BEGIN Provided information
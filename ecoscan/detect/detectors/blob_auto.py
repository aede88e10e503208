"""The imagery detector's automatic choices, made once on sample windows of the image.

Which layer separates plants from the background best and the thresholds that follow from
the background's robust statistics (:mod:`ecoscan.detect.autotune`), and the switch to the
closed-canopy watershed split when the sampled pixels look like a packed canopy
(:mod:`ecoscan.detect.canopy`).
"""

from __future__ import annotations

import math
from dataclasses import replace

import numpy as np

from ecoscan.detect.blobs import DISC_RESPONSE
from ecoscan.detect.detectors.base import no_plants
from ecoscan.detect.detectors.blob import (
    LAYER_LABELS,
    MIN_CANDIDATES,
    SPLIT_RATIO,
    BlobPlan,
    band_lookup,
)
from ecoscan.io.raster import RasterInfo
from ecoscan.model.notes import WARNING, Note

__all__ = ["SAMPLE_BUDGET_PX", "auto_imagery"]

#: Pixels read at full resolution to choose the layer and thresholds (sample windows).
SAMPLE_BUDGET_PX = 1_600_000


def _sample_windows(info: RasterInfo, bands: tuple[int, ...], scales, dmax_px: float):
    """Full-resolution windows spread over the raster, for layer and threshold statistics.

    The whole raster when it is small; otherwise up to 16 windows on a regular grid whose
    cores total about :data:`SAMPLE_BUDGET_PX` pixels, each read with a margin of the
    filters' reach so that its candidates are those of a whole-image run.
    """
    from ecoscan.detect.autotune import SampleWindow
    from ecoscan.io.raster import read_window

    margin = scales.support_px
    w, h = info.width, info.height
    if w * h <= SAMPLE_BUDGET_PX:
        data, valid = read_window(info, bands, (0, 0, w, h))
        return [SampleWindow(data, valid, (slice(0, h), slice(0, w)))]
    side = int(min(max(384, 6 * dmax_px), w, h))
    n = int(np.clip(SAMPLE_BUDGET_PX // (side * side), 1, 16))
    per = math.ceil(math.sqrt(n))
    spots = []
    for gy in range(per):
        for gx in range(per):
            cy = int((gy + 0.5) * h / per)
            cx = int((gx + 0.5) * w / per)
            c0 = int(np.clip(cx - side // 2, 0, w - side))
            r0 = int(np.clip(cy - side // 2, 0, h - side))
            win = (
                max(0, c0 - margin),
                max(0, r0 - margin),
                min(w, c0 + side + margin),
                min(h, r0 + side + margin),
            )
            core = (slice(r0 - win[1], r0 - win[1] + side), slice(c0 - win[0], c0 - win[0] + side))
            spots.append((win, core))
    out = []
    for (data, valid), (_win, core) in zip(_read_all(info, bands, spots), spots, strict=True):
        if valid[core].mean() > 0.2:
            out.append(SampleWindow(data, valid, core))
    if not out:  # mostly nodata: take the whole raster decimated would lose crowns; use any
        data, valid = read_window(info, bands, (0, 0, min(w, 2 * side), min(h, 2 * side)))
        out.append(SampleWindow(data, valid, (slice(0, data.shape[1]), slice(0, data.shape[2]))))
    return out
END Provided information
BEGIN Provided information
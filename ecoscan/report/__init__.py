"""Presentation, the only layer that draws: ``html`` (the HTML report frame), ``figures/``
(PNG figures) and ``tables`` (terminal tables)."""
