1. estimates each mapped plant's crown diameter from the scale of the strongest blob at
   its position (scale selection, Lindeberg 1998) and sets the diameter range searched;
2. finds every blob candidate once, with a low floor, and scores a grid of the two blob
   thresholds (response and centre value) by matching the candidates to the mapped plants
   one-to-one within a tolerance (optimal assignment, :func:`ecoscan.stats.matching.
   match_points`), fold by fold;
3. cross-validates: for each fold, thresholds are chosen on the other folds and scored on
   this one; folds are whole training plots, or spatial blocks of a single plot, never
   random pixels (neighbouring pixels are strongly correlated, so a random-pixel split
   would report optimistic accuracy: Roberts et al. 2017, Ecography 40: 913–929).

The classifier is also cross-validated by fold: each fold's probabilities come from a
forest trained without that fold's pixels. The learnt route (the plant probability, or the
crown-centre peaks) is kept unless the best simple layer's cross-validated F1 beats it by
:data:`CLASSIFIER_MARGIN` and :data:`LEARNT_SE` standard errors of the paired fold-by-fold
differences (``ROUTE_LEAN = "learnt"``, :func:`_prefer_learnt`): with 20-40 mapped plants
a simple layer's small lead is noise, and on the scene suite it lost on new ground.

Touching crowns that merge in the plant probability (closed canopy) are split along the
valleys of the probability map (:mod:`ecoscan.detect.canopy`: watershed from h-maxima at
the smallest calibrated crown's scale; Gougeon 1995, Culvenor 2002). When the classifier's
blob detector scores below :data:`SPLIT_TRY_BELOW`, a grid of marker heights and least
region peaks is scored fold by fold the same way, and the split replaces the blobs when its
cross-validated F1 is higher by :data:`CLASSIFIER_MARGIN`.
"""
END Provided information
BEGIN Provided information
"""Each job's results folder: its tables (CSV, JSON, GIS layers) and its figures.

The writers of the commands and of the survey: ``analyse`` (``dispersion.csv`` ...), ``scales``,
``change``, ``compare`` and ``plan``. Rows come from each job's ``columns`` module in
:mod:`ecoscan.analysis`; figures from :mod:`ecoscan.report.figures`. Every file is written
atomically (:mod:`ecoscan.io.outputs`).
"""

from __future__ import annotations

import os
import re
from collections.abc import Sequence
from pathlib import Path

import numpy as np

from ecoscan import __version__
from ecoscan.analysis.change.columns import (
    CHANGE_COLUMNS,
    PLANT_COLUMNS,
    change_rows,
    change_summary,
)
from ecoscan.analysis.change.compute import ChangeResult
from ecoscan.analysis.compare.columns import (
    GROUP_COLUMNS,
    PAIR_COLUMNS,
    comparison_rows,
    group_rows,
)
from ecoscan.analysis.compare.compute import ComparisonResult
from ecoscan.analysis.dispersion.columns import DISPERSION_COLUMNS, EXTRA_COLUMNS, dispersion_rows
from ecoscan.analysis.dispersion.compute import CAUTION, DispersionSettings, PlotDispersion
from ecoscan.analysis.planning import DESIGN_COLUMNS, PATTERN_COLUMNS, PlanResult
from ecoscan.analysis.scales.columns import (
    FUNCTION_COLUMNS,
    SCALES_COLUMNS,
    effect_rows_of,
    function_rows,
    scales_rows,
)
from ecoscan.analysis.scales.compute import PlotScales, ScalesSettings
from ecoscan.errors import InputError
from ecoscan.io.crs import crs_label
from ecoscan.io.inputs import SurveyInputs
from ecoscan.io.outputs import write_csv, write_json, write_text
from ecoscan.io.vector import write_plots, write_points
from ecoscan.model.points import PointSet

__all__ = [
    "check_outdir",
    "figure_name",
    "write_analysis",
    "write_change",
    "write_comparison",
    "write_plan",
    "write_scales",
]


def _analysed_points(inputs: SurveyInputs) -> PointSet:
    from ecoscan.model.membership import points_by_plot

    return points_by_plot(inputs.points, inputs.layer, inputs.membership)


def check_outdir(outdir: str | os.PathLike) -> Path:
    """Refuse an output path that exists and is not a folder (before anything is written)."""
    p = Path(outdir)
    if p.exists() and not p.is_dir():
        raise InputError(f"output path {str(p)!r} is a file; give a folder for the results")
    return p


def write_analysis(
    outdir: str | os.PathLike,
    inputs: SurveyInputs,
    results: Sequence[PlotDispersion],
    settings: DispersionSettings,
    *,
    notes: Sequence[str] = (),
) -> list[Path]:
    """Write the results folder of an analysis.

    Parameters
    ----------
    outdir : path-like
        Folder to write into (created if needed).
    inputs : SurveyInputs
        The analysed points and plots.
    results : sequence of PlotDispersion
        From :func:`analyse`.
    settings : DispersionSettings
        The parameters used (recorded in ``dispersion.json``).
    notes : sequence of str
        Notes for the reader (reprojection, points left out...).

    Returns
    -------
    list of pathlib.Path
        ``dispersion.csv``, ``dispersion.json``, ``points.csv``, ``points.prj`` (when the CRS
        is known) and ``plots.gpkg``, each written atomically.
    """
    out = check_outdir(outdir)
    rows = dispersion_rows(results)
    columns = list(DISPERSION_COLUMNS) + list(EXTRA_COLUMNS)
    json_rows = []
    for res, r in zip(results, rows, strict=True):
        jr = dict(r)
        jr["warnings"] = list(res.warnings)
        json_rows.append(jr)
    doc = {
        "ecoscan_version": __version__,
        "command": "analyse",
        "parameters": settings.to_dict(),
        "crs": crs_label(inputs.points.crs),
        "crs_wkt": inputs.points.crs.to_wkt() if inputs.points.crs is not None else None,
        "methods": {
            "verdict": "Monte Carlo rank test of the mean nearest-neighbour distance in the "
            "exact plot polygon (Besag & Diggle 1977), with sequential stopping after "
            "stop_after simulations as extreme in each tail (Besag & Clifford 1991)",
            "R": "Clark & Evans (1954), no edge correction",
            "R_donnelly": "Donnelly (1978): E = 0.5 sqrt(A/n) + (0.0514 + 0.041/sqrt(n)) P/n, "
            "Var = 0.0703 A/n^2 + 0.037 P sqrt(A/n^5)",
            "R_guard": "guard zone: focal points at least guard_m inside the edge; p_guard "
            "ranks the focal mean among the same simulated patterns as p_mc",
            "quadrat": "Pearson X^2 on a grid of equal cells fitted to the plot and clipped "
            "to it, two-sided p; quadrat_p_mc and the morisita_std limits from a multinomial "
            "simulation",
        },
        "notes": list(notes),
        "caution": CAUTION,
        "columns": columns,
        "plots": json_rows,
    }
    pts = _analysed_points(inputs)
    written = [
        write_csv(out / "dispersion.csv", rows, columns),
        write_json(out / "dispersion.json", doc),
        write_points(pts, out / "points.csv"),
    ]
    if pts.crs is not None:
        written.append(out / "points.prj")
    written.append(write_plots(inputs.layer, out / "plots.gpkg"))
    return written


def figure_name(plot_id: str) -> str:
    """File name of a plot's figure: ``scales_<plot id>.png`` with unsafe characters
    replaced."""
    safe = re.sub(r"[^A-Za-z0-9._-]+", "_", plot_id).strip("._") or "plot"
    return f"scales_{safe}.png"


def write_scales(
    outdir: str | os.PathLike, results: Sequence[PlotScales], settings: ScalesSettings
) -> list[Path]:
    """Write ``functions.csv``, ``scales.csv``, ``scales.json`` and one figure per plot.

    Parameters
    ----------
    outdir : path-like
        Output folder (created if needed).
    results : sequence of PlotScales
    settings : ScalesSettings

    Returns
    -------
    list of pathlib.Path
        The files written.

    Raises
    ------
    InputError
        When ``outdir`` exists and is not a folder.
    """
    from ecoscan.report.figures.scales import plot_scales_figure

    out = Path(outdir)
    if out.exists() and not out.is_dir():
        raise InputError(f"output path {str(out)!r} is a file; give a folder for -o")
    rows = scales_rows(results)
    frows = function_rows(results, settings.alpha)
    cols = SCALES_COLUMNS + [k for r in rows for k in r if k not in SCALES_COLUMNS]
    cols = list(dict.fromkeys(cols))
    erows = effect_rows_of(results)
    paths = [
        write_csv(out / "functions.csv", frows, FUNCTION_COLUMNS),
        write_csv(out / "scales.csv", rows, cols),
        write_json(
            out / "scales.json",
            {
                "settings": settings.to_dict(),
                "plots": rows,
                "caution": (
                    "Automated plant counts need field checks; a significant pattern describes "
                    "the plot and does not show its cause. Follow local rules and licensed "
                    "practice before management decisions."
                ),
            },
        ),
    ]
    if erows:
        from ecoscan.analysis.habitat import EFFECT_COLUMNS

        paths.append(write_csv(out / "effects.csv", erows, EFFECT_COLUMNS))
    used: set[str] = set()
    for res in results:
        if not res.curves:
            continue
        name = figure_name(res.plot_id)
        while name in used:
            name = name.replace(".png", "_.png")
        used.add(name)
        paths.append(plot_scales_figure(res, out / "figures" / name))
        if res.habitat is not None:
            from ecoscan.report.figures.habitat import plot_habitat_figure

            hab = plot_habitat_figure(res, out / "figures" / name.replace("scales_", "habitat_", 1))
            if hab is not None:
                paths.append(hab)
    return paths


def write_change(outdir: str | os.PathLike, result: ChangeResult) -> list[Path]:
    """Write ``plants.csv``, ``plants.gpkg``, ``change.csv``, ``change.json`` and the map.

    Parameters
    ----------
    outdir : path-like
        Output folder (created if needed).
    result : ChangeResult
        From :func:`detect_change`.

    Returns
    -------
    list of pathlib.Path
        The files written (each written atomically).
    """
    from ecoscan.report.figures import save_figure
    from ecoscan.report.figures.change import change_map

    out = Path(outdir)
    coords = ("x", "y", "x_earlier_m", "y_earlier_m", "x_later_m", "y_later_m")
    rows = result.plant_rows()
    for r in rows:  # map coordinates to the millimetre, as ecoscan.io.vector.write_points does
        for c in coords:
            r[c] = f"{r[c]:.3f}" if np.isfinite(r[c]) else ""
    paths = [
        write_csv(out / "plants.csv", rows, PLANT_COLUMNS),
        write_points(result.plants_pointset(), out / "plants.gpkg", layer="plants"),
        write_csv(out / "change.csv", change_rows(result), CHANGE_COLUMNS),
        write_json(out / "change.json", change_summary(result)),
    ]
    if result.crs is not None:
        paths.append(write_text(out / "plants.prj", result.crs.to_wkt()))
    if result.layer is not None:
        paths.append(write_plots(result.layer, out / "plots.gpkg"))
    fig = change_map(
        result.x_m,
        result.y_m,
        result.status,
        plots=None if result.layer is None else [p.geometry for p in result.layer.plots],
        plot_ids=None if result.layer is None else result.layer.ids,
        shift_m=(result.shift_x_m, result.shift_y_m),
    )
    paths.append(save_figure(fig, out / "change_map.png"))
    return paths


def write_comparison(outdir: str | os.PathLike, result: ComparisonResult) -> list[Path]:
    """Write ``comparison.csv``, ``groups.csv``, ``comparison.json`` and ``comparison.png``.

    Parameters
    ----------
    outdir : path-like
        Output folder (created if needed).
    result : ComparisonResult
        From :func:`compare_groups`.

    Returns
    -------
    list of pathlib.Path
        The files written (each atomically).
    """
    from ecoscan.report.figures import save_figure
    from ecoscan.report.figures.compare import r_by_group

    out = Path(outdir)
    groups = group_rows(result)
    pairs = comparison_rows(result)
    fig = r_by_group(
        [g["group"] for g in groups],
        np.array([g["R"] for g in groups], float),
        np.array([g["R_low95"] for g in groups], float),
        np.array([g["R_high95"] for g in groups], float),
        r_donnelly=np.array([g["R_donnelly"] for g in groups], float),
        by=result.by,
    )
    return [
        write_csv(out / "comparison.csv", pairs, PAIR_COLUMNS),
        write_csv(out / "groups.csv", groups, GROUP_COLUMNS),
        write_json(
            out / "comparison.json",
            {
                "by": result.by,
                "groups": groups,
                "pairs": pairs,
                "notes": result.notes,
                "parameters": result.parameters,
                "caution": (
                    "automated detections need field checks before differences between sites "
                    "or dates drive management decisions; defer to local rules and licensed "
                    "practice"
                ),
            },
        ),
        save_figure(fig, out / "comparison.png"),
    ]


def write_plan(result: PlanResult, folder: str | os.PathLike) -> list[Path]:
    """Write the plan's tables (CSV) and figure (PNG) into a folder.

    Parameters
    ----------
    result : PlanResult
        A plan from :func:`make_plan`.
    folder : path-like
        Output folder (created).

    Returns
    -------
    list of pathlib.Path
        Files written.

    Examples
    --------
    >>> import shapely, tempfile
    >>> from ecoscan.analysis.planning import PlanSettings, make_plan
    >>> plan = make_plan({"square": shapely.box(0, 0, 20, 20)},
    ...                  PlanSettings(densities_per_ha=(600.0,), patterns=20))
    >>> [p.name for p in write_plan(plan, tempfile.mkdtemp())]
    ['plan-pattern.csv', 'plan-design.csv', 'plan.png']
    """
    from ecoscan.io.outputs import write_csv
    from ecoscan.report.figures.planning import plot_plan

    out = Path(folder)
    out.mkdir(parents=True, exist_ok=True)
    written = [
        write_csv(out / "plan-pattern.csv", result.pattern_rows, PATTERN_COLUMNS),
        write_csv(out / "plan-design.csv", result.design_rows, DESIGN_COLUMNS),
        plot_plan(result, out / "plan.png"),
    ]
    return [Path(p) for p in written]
END Provided information
- Description of the task -
With the line that has "filename ecoscan/detect/detectors/blob_auto.py" as the first and the line that has "from ecoscan.detect.autotune import" as the last, repeat exactly that run of lines above and no more.

- Response area -
filename ecoscan/detect/detectors/blob_auto.py
repository aede88e10e503208
"""The imagery detector's automatic choices, made once on sample windows of the image.

Which layer separates plants from the background best and the thresholds that follow from
the background's robust statistics (:mod:`ecoscan.detect.autotune`), and the switch to the
closed-canopy watershed split when the sampled pixels look like a packed canopy
(:mod:`ecoscan.detect.canopy`).
"""

from __future__ import annotations

import math
from dataclasses import replace

import numpy as np

from ecoscan.detect.blobs import DISC_RESPONSE
from ecoscan.detect.detectors.base import no_plants
from ecoscan.detect.detectors.blob import (
    LAYER_LABELS,
    MIN_CANDIDATES,
    SPLIT_RATIO,
    BlobPlan,
    band_lookup,
)
from ecoscan.io.raster import RasterInfo
from ecoscan.model.notes import WARNING, Note

__all__ = ["SAMPLE_BUDGET_PX", "auto_imagery"]

#: Pixels read at full resolution to choose the layer and thresholds (sample windows).
SAMPLE_BUDGET_PX = 1_600_000


def _sample_windows(info: RasterInfo, bands: tuple[int, ...], scales, dmax_px: float):
    """Full-resolution windows spread over the raster, for layer and threshold statistics.

    The whole raster when it is small; otherwise up to 16 windows on a regular grid whose
    cores total about :data:`SAMPLE_BUDGET_PX` pixels, each read with a margin of the
    filters' reach so that its candidates are those of a whole-image run.
    """
    from ecoscan.detect.autotune import SampleWindow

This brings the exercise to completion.